Ici, il n’y a que le maire qui est un peu content dit-elle. Tu parles, elle lui embellissait gratos son petit village perché du Vaucluse et, sans doute, un paquet de gens comme moi passait par là pour, simplement, admirer son explosion de couleurs, ses déflagrations de formes, ses entrelacs savants de tuteurs de branches fines de bois tressées, ses grillages attendant les hampes de volubilis, les rhizomes d’iris flambants neufs prêts à mauvir, jaunir bleuir ou blanchir. 

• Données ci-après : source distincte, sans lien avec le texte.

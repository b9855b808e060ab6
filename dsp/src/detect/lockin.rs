//! Continuous (lock-in) detector: mix, pre-decimate, n-pole low-pass.
//!
//! For each coil `c`: `z_c[n] = x_c[n]·e^{−jωn}` (one reference oscillator for
//! all coils), averaged over blocks of `M` samples (a boxcar, the pre-decimation),
//! then `n` cascaded first-order low-passes at the intermediate rate
//! `f_i = fs/M`: `y ← y + α(u − y)`, `α = 1 − e^{−1/(f_i·τ)}`. The output
//! `2·y` is the phasor `A·e^{jφ}` of a tone `A·cos(ωn + φ)`.
//!
//! Bandwidths: the low-pass alone has the one-sided noise bandwidth
//! `B_lp = Γ(n−½)/(4√π·Γ(n)·τ)` (B_lp·τ = 1/4, 1/8, 3/32, 5/64 for n = 1…4; for
//! one pole `B_lp = π/2·f(−3 dB) = 1/(4τ)`). Around the tone it passes noise from
//! `f0 − f` and `f0 + f` alike, so the detection bandwidth (the same quantity as a
//! block detector's ENBW in Hz) is `B = 2·B_lp`, and `τ` follows from the
//! requested `B`. Either detector then gives each real component of its phasor
//! the noise variance `2·σw²·B/fs` for white input noise of variance σw².
//! Mixing a real tone also leaves an image at `−2f0`. `M` is chosen (f_i between
//! 200 Hz and 4 kHz, M ≤ 256) as the longest boxcar (least work per sample) that keeps
//! that image below −120 dB at the output (the boxcar's attenuation at `2f0`
//! times the low-pass attenuation where the image aliases after decimation,
//! [`LockIn::image_leak`]) and every 50/60 Hz harmonic that folds in through
//! the decimation below −110 dB ([`LockIn::folded_mains_leak`]); failing that,
//! the one with the smallest image.
//!
//! Real-time budget: per sample one complex rotation shared by all coils and
//! two multiply-adds per coil (plus the same again for the noise probe);
//! the low-pass runs once per `M` samples, the oscillator's exact re-sync once
//! per 256 samples.

use crate::detect::nco::{Nco, RESYNC};
use crate::detect::settings::enbw_tau_product;
use crate::phasor::C32;

/// Highest intermediate rate after the boxcar, Hz.
pub const MAX_INTERMEDIATE_RATE_HZ: f32 = 4_000.0;
/// Lowest intermediate rate after the boxcar, Hz.
pub const MIN_INTERMEDIATE_RATE_HZ: f32 = 200.0;
/// Largest acceptable 2f0 mixing image at the output (−120 dB).
pub const IMAGE_LIMIT: f64 = 1e-6;
/// Largest response to a mains harmonic that folds in through the decimation (−110 dB).
pub const FOLDED_MAINS_LIMIT: f64 = 3.2e-6;
/// Longest boxcar, samples.
pub const MAX_BOXCAR: u32 = 1024;
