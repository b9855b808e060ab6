//! Windows and the lock-in low-pass against their published figures.

use undertone_dsp::detect::lockin::LockIn;
use undertone_dsp::Window;

fn enbw_from_samples(w: Window, len: u32) -> f64 {
    let (mut s1, mut s2) = (0.0f64, 0.0f64);
    for n in 0..len {
        let v = w.value(n, len) as f64;
        s1 += v;
        s2 += v * v;
    }
    len as f64 * s2 / (s1 * s1)
}

fn highest_sidelobe_db(w: Window, first_null_bins: f64) -> f64 {
    let len = 4096;
    let mut worst = f64::NEG_INFINITY;
    let mut d = first_null_bins + 0.01;
    while d < 60.0 {
        let r = w.response(d, len);
        worst = worst.max(20.0 * r.log10());
        d += 0.005;
    }
    worst
}

#[test]
fn window_noise_bandwidths_match_harris_table_1() {
    // Harris 1978, Proc. IEEE 66(1), Table 1; precise values Heinzel, Rüdiger & Schilling 2002, Table 2:
    // rectangular 1.0000, Hann 1.5000, 4-term Blackman–Harris 2.0044 bins (tolerance 1e-3).
    for (w, want) in [(Window::Rectangular, 1.0000), (Window::Hann, 1.5000), (Window::BlackmanHarris4, 2.0044)] {
        let got = enbw_from_samples(w, 8192);
        assert!((got - want).abs() < 1e-3, "{w:?}: ENBW {got}");
        assert!((w.enbw_bins() as f64 - want).abs() < 1e-3, "{w:?}: closed form {}", w.enbw_bins());
    }
}

#[test]
fn window_highest_sidelobes_match_harris_table_1() {
    // Harris 1978 Table 1 / Heinzel 2002 Table 2: −13.26, −31.47, −92.01 dB (±0.1 dB).
    for (w, null, want) in [(Window::Rectangular, 1.0, -13.26), (Window::Hann, 2.0, -31.47), (Window::BlackmanHarris4, 4.0, -92.01)] {
        let got = highest_sidelobe_db(w, null);
        assert!((got - want).abs() < 0.1, "{w:?}: sidelobe {got} dB");
    }
}

#[test]
fn window_response_matches_direct_sum() {
    // The closed-form (Dirichlet) response against the windowed DTFT summed directly.
    let len = 1000u32;
    for w in [Window::Rectangular, Window::Hann, Window::BlackmanHarris4] {
        for &d in &[0.0, 0.3, 1.7, 3.2, 7.5] {
            let (mut re, mut im, mut s0) = (0.0f64, 0.0f64, 0.0f64);
            for n in 0..len {
                let v = w.value(n, len) as f64;
                let ph = -2.0 * std::f64::consts::PI * d * n as f64 / len as f64;
                re += v * ph.cos();
                im += v * ph.sin();
                s0 += v;
            }
            let want = (re * re + im * im).sqrt() / s0;
            let got = w.response(d, len);
            assert!((got - want).abs() < 1e-6 + 1e-4 * want, "{w:?} δ={d}: {got} vs {want}");
        }
    }
}

/// Table of REFERENCES §5 (derived from h(t) ∝ t^(n−1)e^(−t/τ)): ENBW·τ and t(99 %)/τ.
const POLES: [(u8, f64, f64); 4] = [(1, 0.25, 4.605), (2, 0.125, 6.638), (3, 3.0 / 32.0, 8.406), (4, 5.0 / 64.0, 10.045)];

#[test]
fn lockin_lowpass_noise_bandwidth_is_gamma_formula() {
    // One pole: ENBW = π/2·f(−3 dB) = 1/(4τ); n poles: Γ(n−½)/(4√π·Γ(n)·τ), derived in
    // REFERENCES §5 from h(t) ∝ t^(n−1)e^(−t/τ); textbook treatment in Meade, Lock-in
    // Amplifiers: Principles and Applications, 1983 (from memory). Digital cascade within
    // 0.1 % when f_i·τ ≥ 100.
    for (poles, enbw_tau, _) in POLES {
        let li = LockIn::new(48_000.0, 512.0, 0.2, poles, 20.0);
        assert!(li.intermediate_rate_hz * li.tau_s >= 100.0);
        let got = li.lowpass_enbw_hz() as f64 * li.tau_s as f64;
        assert!((got / enbw_tau - 1.0).abs() < 1e-3, "{poles} poles: ENBW·τ {got}");
    }
}

#[test]
fn lockin_settling_times_match_table() {
    // 99 % step settling of n cascaded poles (REFERENCES §5, from the Erlang step response),
    // within one intermediate sample.
    for (poles, _, t99) in POLES {
        let li = LockIn::new(48_000.0, 512.0, 0.2, poles, 20.0);
        let got = li.settling_s(0.99) as f64;
        let want = t99 * li.tau_s as f64;
        let one = 1.0 / li.intermediate_rate_hz as f64;
        assert!((got - want).abs() <= one + 1e-3 * want, "{poles} poles: {got} s vs {want} s");
    }
}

Là, elle était en train de gratter au pied les roses trémières qu’elle avait débarrassées des branches de l’an dernier. 
Et tout ce que ça me coûte... Je ne reçois pas un centime de personne. Ceci dit sans plainte. Mais il faut accomplir son œuvre et ce jardin c’est le mienne.
Tu parles que le maire était heureux. Il avait une cantonnière qui venait bosser tous les jours, lui fournissait les graines, les plans, les boutures, qui s’achetait ses propres outils, ne comptait pas ses heures, nettoyait le chantier et ne demandait rien en échange, qu’un peu de reconnaissance.
« C’est mon projet de fin de vie.. » m'a-t-elle dit en souriant mais d’un coup plus grave. 
À l’heure où le projet de vie de certains est de s’en mettre plein les poches, quitte à devenir député, voire Président, le sien est simplement d 'embellir nos vies en nous en mettant plein le coeur et les yeux et en cultivant son jardin.
Que soit fleurie comme elle le mérite l’âme de l’embellisseuse de La Roque sur Pernes.
Merci à vous Madame, je repasserai pour la floraison des trémières  en pensant à Giono L'homme qui plantait des arbres pour pouvoir dire:

Quand je réfléchis qu’une femme seule, réduit à ses simples ressources physiques et morales, a suffi pour faire surgir du désert ce pays de Canaan, je trouve que, malgré tout, la condition humaine est admirable.